* TASK TO COMPLETE
For the entries that follow, restate word for word the line containing "lock file of", the line containing "plan_raw_sha256: str", and every line that lies between them.

[[ INPUT DATA, beginning ]]

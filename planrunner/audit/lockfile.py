"""Plan locks: ``planrunner lock PLAN`` records the plan's fingerprint beside it.

The lock file is ``<plan file name>.lock.json`` in the plan's folder, meant to be committed
with the plan before any data exist. A later ``run`` compares the plan's canonical fingerprint
with the locked one (:func:`compare_lock`); a plan that differs from its lock needs a declared
deviation. The fingerprint is computed by ``planrunner.plan.fingerprint`` and passed in.

Contents (JSON, keys sorted, two-space indent)::

    {
      "format": "planrunner.lock/1",
      "git_commit": "3f1c...",            # HEAD when locked, or null outside git
      "locked_at_utc": "2027-03-04T09:15:00Z",
      "plan": "wash-trial.yaml",          # the plan's file name
      "plan_raw_sha256": "...",           # SHA-256 of the plan file's bytes
      "plan_sha256": "...",               # canonical fingerprint of the validated plan
      "planrunner": "0.1.0"
    }
"""

from __future__ import annotations

import json
import os
import re
from dataclasses import dataclass
from pathlib import Path
from typing import Any, Literal

from .._files import atomic_write_text
from ..errors import PlanError

__all__ = [
    "LOCK_FORMAT",
    "Lock",
    "LockStatus",
    "LockWrite",
    "compare_lock",
    "lock_path",
    "read_lock",
    "write_lock",
]

LOCK_FORMAT = "planrunner.lock/1"
_HEX64 = re.compile(r"^[0-9a-f]{64}$")
_KEYS = ("format", "git_commit", "locked_at_utc", "plan", "plan_raw_sha256", "plan_sha256",
         "planrunner")


def lock_path(plan_path: str | os.PathLike[str]) -> Path:
    """The lock file of a plan: ``<plan file name>.lock.json`` beside it."""
    plan = Path(plan_path)
    return plan.with_name(plan.name + ".lock.json")


@dataclass(frozen=True, slots=True, kw_only=True)
class Lock:
    """The contents of a lock file."""

    path: Path
    plan: str
    plan_sha256: str
    plan_raw_sha256: str
    locked_at_utc: str
    git_commit: str | None
    planrunner: str
    format: str = LOCK_FORMAT

    def as_json(self) -> str:
        """The lock file's text."""
        body = {k: getattr(self, k) for k in _KEYS}
        return json.dumps(body, sort_keys=True, indent=2, ensure_ascii=False) + "\n"


@dataclass(frozen=True, slots=True, kw_only=True)
class LockWrite:
    """What :func:`write_lock` did: ``created``, ``unchanged`` (same fingerprint), ``replaced``."""

    action: Literal["created", "unchanged", "replaced"]
    lock: Lock
    previous: Lock | None = None


@dataclass(frozen=True, slots=True, kw_only=True)
class LockStatus:
    """How a plan compares with its lock.

    ``state`` is ``unlocked`` (no lock file), ``matches`` or ``differs``. ``sentence`` says
    the same in plain words; :meth:`as_record` is what the start record's ``lock`` holds.
    """

    state: Literal["unlocked", "matches", "differs"]
    lock_file: str
    current_sha256: str
    locked_sha256: str | None = None
    locked_at_utc: str | None = None
    locked_commit: str | None = None

    @property
    def sentence(self) -> str:
        name = Path(self.lock_file).name
        if self.state == "unlocked":
            return f"the plan has no lock file ({name}); nothing shows it was fixed in advance"
        if self.state == "matches":
            return f"the plan matches its lock ({name}, locked {self.locked_at_utc})"
        return (
            f"the plan differs from its lock ({name}, locked {self.locked_at_utc}): locked "
            f"fingerprint {self.locked_sha256}, current {self.current_sha256}"
        )

    def as_record(self) -> dict[str, Any]:
        return {
            "state": self.state,
            "lock_file": self.lock_file,
            "current_sha256": self.current_sha256,
            "locked_sha256": self.locked_sha256,
            "locked_at_utc": self.locked_at_utc,
            "locked_commit": self.locked_commit,
        }


def _check_fingerprint(value: Any, what: str) -> str:
    if not isinstance(value, str) or not _HEX64.match(value):
        raise ValueError(f"{what} must be 64 lowercase hex digits; got {value!r}")
    return value


def read_lock(plan_path: str | os.PathLike[str]) -> Lock | None:
    """Read the plan's lock file; None when there is none.

    Raises :class:`~planrunner.errors.PlanError`, naming the lock file, when it is not a
    readable lock of this format or belongs to another plan.
    """
    path = lock_path(plan_path)
    try:
        text = path.read_text(encoding="utf-8")
    except FileNotFoundError:
        return None
    except (OSError, UnicodeDecodeError) as exc:
        raise PlanError(f"{path}: cannot read the lock file ({exc}); delete it and lock the "
                        "plan again") from exc
    fix = "; delete it and lock the plan again"
    try:
        data = json.loads(text)
    except ValueError as exc:
        line = getattr(exc, "lineno", None)
        where = f":{line}" if line else ""
        raise PlanError(f"{path}{where}: the lock file is not valid JSON{fix}") from None
    if not isinstance(data, dict):
        raise PlanError(f"{path}: the lock file does not hold a JSON object{fix}")
    fmt = data.get("format")
    if fmt != LOCK_FORMAT:
        if isinstance(fmt, str) and fmt.startswith("planrunner.lock/"):
            raise PlanError(f"{path}: lock format {fmt!r} is not {LOCK_FORMAT!r}; it was "
                            "written by another planrunner version")
        raise PlanError(f"{path}: not a planrunner lock file (format {fmt!r}){fix}")
    missing = [k for k in _KEYS if k not in data]
    if missing:
        raise PlanError(f"{path}: the lock file lacks {', '.join(missing)}{fix}")
    for key in ("plan_sha256", "plan_raw_sha256"):
        if not isinstance(data[key], str) or not _HEX64.match(data[key]):
            raise PlanError(f"{path}: {key} {data[key]!r} is not a SHA-256 fingerprint{fix}")
    for key in ("plan", "locked_at_utc", "planrunner"):
        if not isinstance(data[key], str):
            raise PlanError(f"{path}: {key} should be a string; got {data[key]!r}{fix}")
    if data["git_commit"] is not None and not isinstance(data["git_commit"], str):
        raise PlanError(f"{path}: git_commit should be a string or null{fix}")
    plan_name = Path(plan_path).name
    if data["plan"] != plan_name:
        raise PlanError(f"{path}: the lock belongs to the plan {data['plan']!r}, not "
                        f"{plan_name!r}; was the plan renamed? Lock it again under its new name")
    return Lock(path=path, plan=data["plan"], plan_sha256=data["plan_sha256"],
                plan_raw_sha256=data["plan_raw_sha256"], locked_at_utc=data["locked_at_utc"],
                git_commit=data["git_commit"], planrunner=data["planrunner"])


def write_lock(
    plan_path: str | os.PathLike[str],
    canonical_fingerprint: str,
    raw_fingerprint: str,
    *,
    replace: bool = False,
    time_utc: str | None = None,
    git_commit: str | None | Literal["auto"] = "auto",
) -> LockWrite:
    """Write (atomically) the lock file beside the plan.

    A lock with the same canonical fingerprint is left as it is (``unchanged``: the original
    lock time is kept). A lock with a different fingerprint is replaced only when ``replace``
    is true; otherwise :class:`~planrunner.errors.PlanError` says so, because re-locking a
    changed plan after the data exist defeats the lock.

    ``git_commit="auto"`` records the repository's HEAD commit, or null outside git;
    ``time_utc`` defaults to now.
    """
    from .._version import __version__
    from . import provenance

    plan = Path(plan_path)
    _check_fingerprint(canonical_fingerprint, "canonical_fingerprint")
    _check_fingerprint(raw_fingerprint, "raw_fingerprint")
    if not plan.is_file():
        raise PlanError(f"{plan}: no such plan file to lock")
    existing = read_lock(plan)
    if existing is not None and existing.plan_sha256 == canonical_fingerprint:
        return LockWrite(action="unchanged", lock=existing)
    if existing is not None and not replace:
        raise PlanError(
            f"{existing.path}: the plan has changed since it was locked on "
            f"{existing.locked_at_utc} (locked fingerprint {existing.plan_sha256}, current "
            f"{canonical_fingerprint}); replace the lock only if no data exist yet, otherwise "
            "declare a deviation"
        )
    if git_commit == "auto":
        git_commit = provenance.git_info(plan).head_commit
    lock = Lock(
        path=lock_path(plan),
        plan=plan.name,
        plan_sha256=canonical_fingerprint,
        plan_raw_sha256=raw_fingerprint,
        locked_at_utc=time_utc if time_utc is not None else provenance.utc_now(),
        git_commit=git_commit,
        planrunner=__version__,
    )
    try:
        atomic_write_text(lock.path, lock.as_json())
    except OSError as exc:
        raise PlanError(f"{lock.path}: cannot write the lock file ({exc.strerror or exc})") from exc
    return LockWrite(action="created" if existing is None else "replaced", lock=lock,
                     previous=existing)


def compare_lock(plan_path: str | os.PathLike[str], canonical_fingerprint: str) -> LockStatus:
    """Compare the plan's canonical fingerprint with its lock (corrupt lock: PlanError)."""
    _check_fingerprint(canonical_fingerprint, "canonical_fingerprint")
    path = lock_path(plan_path)
    lock = read_lock(plan_path)
    if lock is None:
        return LockStatus(state="unlocked", lock_file=str(path),
                          current_sha256=canonical_fingerprint)
    state: Literal["matches", "differs"] = (
        "matches" if lock.plan_sha256 == canonical_fingerprint else "differs"
    )
    return LockStatus(state=state, lock_file=str(path), current_sha256=canonical_fingerprint,
                      locked_sha256=lock.plan_sha256, locked_at_utc=lock.locked_at_utc,
                      locked_commit=lock.git_commit)
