"""Whether a field looks periodic along an axis not measured as periodic.

On points: a periodic solver that writes its points on both ends of a period stores the same
values there. Measured without periodic axes, such a run splits every droplet that crosses the
boundary in two; :func:`looks_periodic` lets the run say so.

On the cells of a regular grid no value is written twice: there a field looks periodic when its
last layer of cells joins the first as smoothly as neighbouring layers join inside
(:func:`cells_look_periodic`). The stencil of the free energy and the chemical potential takes
such an axis as a closed wall unless it is named periodic. The same rule serves the points of a
regular grid (:func:`points_look_periodic`), whichever of a periodic solver's two layouts they
have (:func:`plane_written_twice`): both ends of the period written, or the period one spacing
beyond the last plane, as a spectral (FFT) code writes its array. :class:`PeriodicLook` holds one
step's answer, worked out once for the droplets' warning and the free energy's.
"""

from __future__ import annotations

from functools import cached_property

import numpy as np

from ..model.axes import AXIS_NAMES
from ..model.corners import corner_extremes
from ..model.mesh import Mesh

__all__ = ["looks_periodic", "cells_look_periodic", "points_look_periodic", "plane_written_twice", "PeriodicLook",
           "ROUNDOFF"]

#: largest difference, relative to the field's spread on the boundary, counted as round-off
ROUNDOFF = 1e-9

[[ INPUT DATA, end ]]

* RESULT FOR THIS EXERCISE
    """The lock file of a plan: ``<plan file name>.lock.json`` beside it."""
    plan = Path(plan_path)
    return plan.with_name(plan.name + ".lock.json")


@dataclass(frozen=True, slots=True, kw_only=True)
class Lock:
    """The contents of a lock file."""

    path: Path
    plan: str
    plan_sha256: str
    plan_raw_sha256: str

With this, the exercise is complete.